Qui sont ces humains qui défient les lois du temps ?

Un siècle entier dans la tête et le poids du monde sur chaque jambe, deux guerres, des mains qui tremblent, des refrains que plus personne ne connaît, une poignée de bonheurs et plein de souvenirs - autant qu’il en faut pour tenir des journées dans un fauteuil. Si petits, si fragiles qu’ils semblent déjà presque effacés du monde des vivants. Pourtant, les centenaires fascinent : ils campent aux avants-postes. Menacés, vulnérables, ils n’en sont pas moins la pointe avancée de l’humanité.

Sur eux se concentrent toutes les interrogations et les inquiétudes liées aux limites de la longévité, mais aussi au vieillissement de la population. Moins exceptionnels qu’autrefois, et néanmoins pas tout à fait comme les autres, tant le cap du siècle continue de susciter étonnement, admiration ou effroi.

Prenant la mesure de leur augmentation vertigineuse, démographes, médecins, sociologues se penchent de plus en plus sur cette population traversée par des constantes (la surreprésentation des femmes) et d’étonnantes variantes (dans les modes de vie et de prise en charge différant selon les cultures)

Une règle, cependant : partout leur statut a changé avec l’explosion de leur nombre. En quelques décennies, les centenaires sont passés d’une cohorte minuscule à une très grande famille. En France, on n’en recensait qu’une centaine en 1900, et plus de 20 000 en 2008, selon l’Insee, soit l’un des chiffres les plus élevés du monde.

Amorcée vers la fin des années 1960, cette progression concerne probablement toutes les régions du monde, même si les statistiques fiables manquent pour de nombreux pays.
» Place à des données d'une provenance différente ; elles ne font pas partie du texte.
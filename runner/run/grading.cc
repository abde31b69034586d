#include "runner/run/grading.h"

#include <algorithm>
#include <mutex>
#include <set>
#include <thread>
#include <utility>

#include "runner/base/atomic_file.h"
#include "runner/pipeline/excerpt.h"
#include "runner/run/grade_reply.h"
#include "runner/run/grade_request.h"
#include "runner/run/grader_identity.h"
#include "runner/run/run_journal.h"

namespace plumb {
namespace {

// Grades are stored in the cache in batches of this many, so a killed pass keeps most of its
// work and a cold pass does not pay one transaction per grade; lookups go in batches too.
constexpr size_t kStoreBatch = 256;
constexpr size_t kLookupBatch = 256;

std::string Redacted(std::string text, const PipelineConfig& pipeline) {
  return RedactSecrets(std::move(text), pipeline.secrets);
}

}  // namespace

/// One grader call: grader repeat `repeat` of the answer to case `case_index`. Its line and key are
/// fixed when it is queued; the result fields are written by the one thread that took it.
struct GradingPass::Call {
  size_t case_index = 0;
  int repeat = 0;
  std::string line;
  std::string key;
  bool done = false;
  bool ok = false;
  bool cached = false;
  double grade = 0;
  std::string reason;  // or the error
};

/// One grader's queues and threads.
struct GradingPass::Lane {
  const GraderRuntime* grader = nullptr;
  std::deque<Call> calls;  // stable addresses: queues and answers point into it
  /// (case index, answer repeat) -> the calls of that answer, or empty for an errored answer.
  std::map<std::pair<size_t, int>, std::vector<Call*>> answers;
  std::deque<Call*> unlooked;  // not yet looked up in the cache
  std::deque<Call*> to_call;   // not in the cache: the grader is asked
  int busy = 0;                // threads looking up or calling
  std::vector<std::pair<std::string, CachedGrade>> to_store;
  std::vector<std::thread> threads;
};

GradingPass::GradingPass(const GradingInputs& in) : in_(in) {
  for (const GraderRuntime& grader : in.graders) {
    auto lane = std::make_unique<Lane>();
    lane->grader = &grader;
    lanes_.push_back(std::move(lane));
  }
  for (const std::unique_ptr<Lane>& lane : lanes_) {
    for (int slot = 0; slot < std::max(1, lane->grader->adapter->slots()); ++slot) {
      lane->threads.emplace_back(&GradingPass::Work, this, lane.get(), slot);
    }
  }
}

GradingPass::~GradingPass() {
  GradingCounts counts;
  bool interrupted = false;
  std::string error;
  Finish(&counts, &interrupted, &error);
}

bool GradingPass::Stopped() const { return in_.stop != nullptr && in_.stop->load(); }

void GradingPass::Add(const CaseRecord& record, size_t case_index) {
  if (lanes_.empty()) return;
  const Case& c = in_.suite->cases[case_index];
  // The lines and keys are built on the caller's thread, outside the lock.
  std::vector<std::vector<Call>> made(lanes_.size());
  if (record.error.empty()) {
    for (size_t l = 0; l < lanes_.size(); ++l) {
      const GraderRuntime& grader = *lanes_[l]->grader;
      for (int r = 0; r < grader.config->repeat; ++r) {
        Call call;
        call.case_index = case_index;
        call.repeat = r;
        call.line = GradeRequestLine(*grader.config, c, record.parsed, in_.corpus, r);
        call.key = GradeKey(grader.identity, call.line);
        made[l].push_back(std::move(call));
      }
    }
  }
  std::lock_guard<std::mutex> lock(mutex_);
  for (size_t l = 0; l < lanes_.size(); ++l) {
    Lane& lane = *lanes_[l];
    auto [it, fresh] = lane.answers.try_emplace({case_index, record.repeat});
    if (!fresh) continue;
    for (size_t r = 0; r < made[l].size(); ++r) {
      lane.calls.push_back(std::move(made[l][r]));
      it->second.push_back(&lane.calls.back());
      lane.unlooked.push_back(&lane.calls.back());
    }
  }
  wake_.notify_all();
}

void GradingPass::Work(Lane* lane, int slot) {
  const GraderRuntime& grader = *lane->grader;
  const GraderConfig& config = *grader.config;
  std::unique_lock<std::mutex> lock(mutex_);
  while (!Stopped()) {
    if (!lane->unlooked.empty()) {
      // A batch of lookups in one read transaction; the misses go to the grader.
      std::vector<Call*> batch;
      while (!lane->unlooked.empty() && batch.size() < kLookupBatch) {
        batch.push_back(lane->unlooked.front());
        lane->unlooked.pop_front();
      }
      std::vector<std::optional<CachedGrade>> found(batch.size());
      std::string error;
      bool ok = true;
      if (in_.cache != nullptr) {
        lane->busy += 1;
        lock.unlock();
        std::vector<std::string> keys;
        keys.reserve(batch.size());
        for (const Call* call : batch) keys.push_back(call->key);
        ok = in_.cache->LookupAll(keys, &found, &error);
        lock.lock();
        lane->busy -= 1;
      }
      if (!ok) {
        // Never a silent miss: the calls stay undone and Finish reports the cache's error.
        if (store_error_.empty()) store_error_ = error;
        wake_.notify_all();
        continue;
      }
      for (size_t i = 0; i < batch.size(); ++i) {
        if (found[i]) {
          batch[i]->done = batch[i]->ok = batch[i]->cached = true;
          batch[i]->grade = found[i]->grade;
          batch[i]->reason = std::move(found[i]->reason);
          from_cache_ += 1;
        } else {
          lane->to_call.push_back(batch[i]);
        }
      }
      wake_.notify_all();
      continue;
    }
    if (!lane->to_call.empty()) {
      Call* call = lane->to_call.front();
      lane->to_call.pop_front();
      lane->busy += 1;
      lock.unlock();
      const Case& c = in_.suite->cases[call->case_index];
      PipelineRequest request;
      request.id = c.id;
      request.question = c.question;
      request.repeat = call->repeat;
      request.line = call->line;
      const CallResult result = grader.adapter->Call(request, slot);
      const bool cut_short = Stopped();  // not a grader error: the call is simply not made
      if (!cut_short) {
        GradeReply reply;
        std::string reply_error;
        if (!result.error.empty()) {
          call->reason = "grader call failed: " + result.error;
          if (!result.stderr_excerpt.empty()) call->reason += "; stderr: " + result.stderr_excerpt;
        } else if (!ParseGradeReply(result.body, config, grader.reply, &reply, &reply_error)) {
          call->reason = Redacted(reply_error, *grader.pipeline);
        } else {
          call->ok = true;
          call->grade = reply.grade;
          call->reason = Redacted(std::move(reply.reason), *grader.pipeline);
        }
        call->done = true;
      }
      std::vector<std::pair<std::string, CachedGrade>> batch;
      lock.lock();
      lane->busy -= 1;
      if (cut_short) break;
      requested_ += 1;
      if (call->ok && in_.cache != nullptr) {
        lane->to_store.emplace_back(call->key, CachedGrade{call->grade, call->reason});
        if (lane->to_store.size() >= kStoreBatch) batch.swap(lane->to_store);
      }
      if (!batch.empty()) {
        lock.unlock();
        std::string error;
        const bool stored = in_.cache->StoreAll(batch, &error);
        lock.lock();
        if (!stored && store_error_.empty()) store_error_ = error;
      }
      wake_.notify_all();
      continue;
    }
    if (finishing_ && lane->busy == 0) break;
    wake_.wait_for(lock, std::chrono::milliseconds(100));
  }
  wake_.notify_all();
}

bool GradingPass::Finish(GradingCounts* counts, bool* interrupted, std::string* error) {
  {
    std::lock_guard<std::mutex> lock(mutex_);
    finishing_ = true;
  }
  wake_.notify_all();
  if (!joined_) {
    for (const std::unique_ptr<Lane>& lane : lanes_) {
      for (std::thread& t : lane->threads) t.join();
    }
    joined_ = true;
    // The last grades of each lane go to the cache, also after an interrupt: they are paid for.
    for (const std::unique_ptr<Lane>& lane : lanes_) {
      if (in_.cache == nullptr || lane->to_store.empty()) continue;
      std::string e;
      if (!in_.cache->StoreAll(lane->to_store, &e) && store_error_.empty()) store_error_ = e;
      lane->to_store.clear();
    }
    counts->from_cache += from_cache_;
    counts->requested += requested_;
  }
  *interrupted = Stopped();
  if (!store_error_.empty()) {
    *error = store_error_;
    return false;
  }
  return true;
}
Plus encore que les données actuelles, ce sont les projections qui stupéfient : la France devrait compter 60 000 centenaires en 2050 selon l’INED, voire 150 000 à 160 000 pour des estimations prenant en compte les évolutions récentes.
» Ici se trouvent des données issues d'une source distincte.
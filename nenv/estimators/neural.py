"""The neural estimator: an MLP (run by onnxruntime) behind the guard, with codebook fallback."""

from __future__ import annotations

import numpy as np

from nenv.checkpoint import Checkpoint
from nenv.estimators.base import Envelope, EnvelopeEstimator, NarrowbandAnalysis
from nenv.estimators.codebook import ENERGY_COLUMN
from nenv.features import ENERGY_FLOOR_DB, ContextStacker, envelope_from_prediction, narrowband_features
from nenv.guard import Decisions, Guard
from nenv.settings import HOP_NB, NB_SR


class NeuralEstimator(EnvelopeEstimator):
    """Stacked narrowband features -> network -> envelope; the guard swaps in the codebook when needed.

    Every hop's verdict is kept in :attr:`decisions` (see :meth:`record`).
    """

    name = "neural"

    def __init__(self, checkpoint: Checkpoint, *, guard: bool = True):
        self.checkpoint = checkpoint
        self.order = checkpoint.features.wb_order
        self.guard = Guard(checkpoint.limits) if guard else None
        self.listener = None  # called as listener(first_hop, decisions, stacked_inputs, a_nb) after each batch
        self.reset()

    def reset(self) -> None:
        self._stack = ContextStacker(self.checkpoint.features.context)
        self._parts: list[Decisions] = []
        self._hops = 0

    def estimate(self, analysis: NarrowbandAnalysis) -> Envelope:
        feats = narrowband_features(analysis)
        energy = feats[:, ENERGY_COLUMN]
        stacked = self._stack.push(feats)
        ceps, level = self.checkpoint.predict(stacked)
        a, gain = envelope_from_prediction(ceps, level, energy, order=self.order)
        book = self.checkpoint.codebook
        cell, novelty = book.nearest(feats)
        if self.guard is not None:
            dec = self.guard.check(ceps=ceps, level_db=level, a=a, gain=gain, a_nb=analysis.a, novelty=novelty, cell=cell)
            if np.any(dec.rejected):
                a_cb, g_cb = book.envelopes(cell[dec.rejected], energy[dec.rejected])
                a = a.copy()
                gain = gain.copy()
                a[dec.rejected] = a_cb
                gain[dec.rejected] = g_cb
            if self.listener is not None:
                self.listener(self._hops, dec, stacked, analysis.a)
            self._parts.append(dec)
        self._hops += len(analysis)
        gain = np.where(energy <= ENERGY_FLOOR_DB, 0.0, gain)
        return Envelope(a=a, gain=gain)

    def record(self) -> Decisions:
        """All verdicts since the last reset, one per hop in order (hop t starts at t * 10 ms)."""
        return Decisions.concat(self._parts)

    @staticmethod
    def hop_times(n: int) -> np.ndarray:
        """Start time in seconds of each of ``n`` hops."""
        return np.arange(n) * HOP_NB / NB_SR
…………..Pour autant qu’on puisse voir si loin, dans cette équation à de multiples inconnues, un peu plus de la moitié des fillettes nées en 2000 atteindraient la centaine !!

Autrefois considérés comme des êtres d’exception, les centenaires d’aujourd’hui sont en passe de se banaliser. Monsieur et Madame Tout-Le-Monde peuvent atteindre le siècle, à l’instar de la vedette mondiale des centenaires, la terrible Jeanne Calment, morte à 122 ans en 1997.

Et que sait-on d’eux ? Pas grand-chose.

En dehors des éternelles questions sur leurs secrets de longévité, ils sont rarement abordés pour ce qu’ils sont : des individus à part entière. Des êtres humains qui peuvent avoir perdu l’usage de leurs yeux, de leurs oreilles ou de leurs jambes, mais pas forcément celui de leurs émotions ni de leur intelligence (25 à 30% des centenaires français sont en bon état du point de vue cognitif)

Et qui, dans la variété de leurs personnalités singulières, manifestent certains traits communs.

La première chose qui frappe, quand on les rencontre, c’est leur physique.

Centenaire, ce n’est pas tout à fait comme vieux, ou même très vieux.
C’est échapper à l’ordre des choses, y compris dans l’apparence.

Presque tous ont perdu de la surface corporelle, de l’épaisseur, comme si une partie d’eux s’était déjà retirée. Ce qu’exprime très bien Germaine, 100 ans tout juste, qui ne veut pas donner son nom « Avant, j’étais une personne de 62 kgs, je représentais quelque chose à 62 kgs, non ? »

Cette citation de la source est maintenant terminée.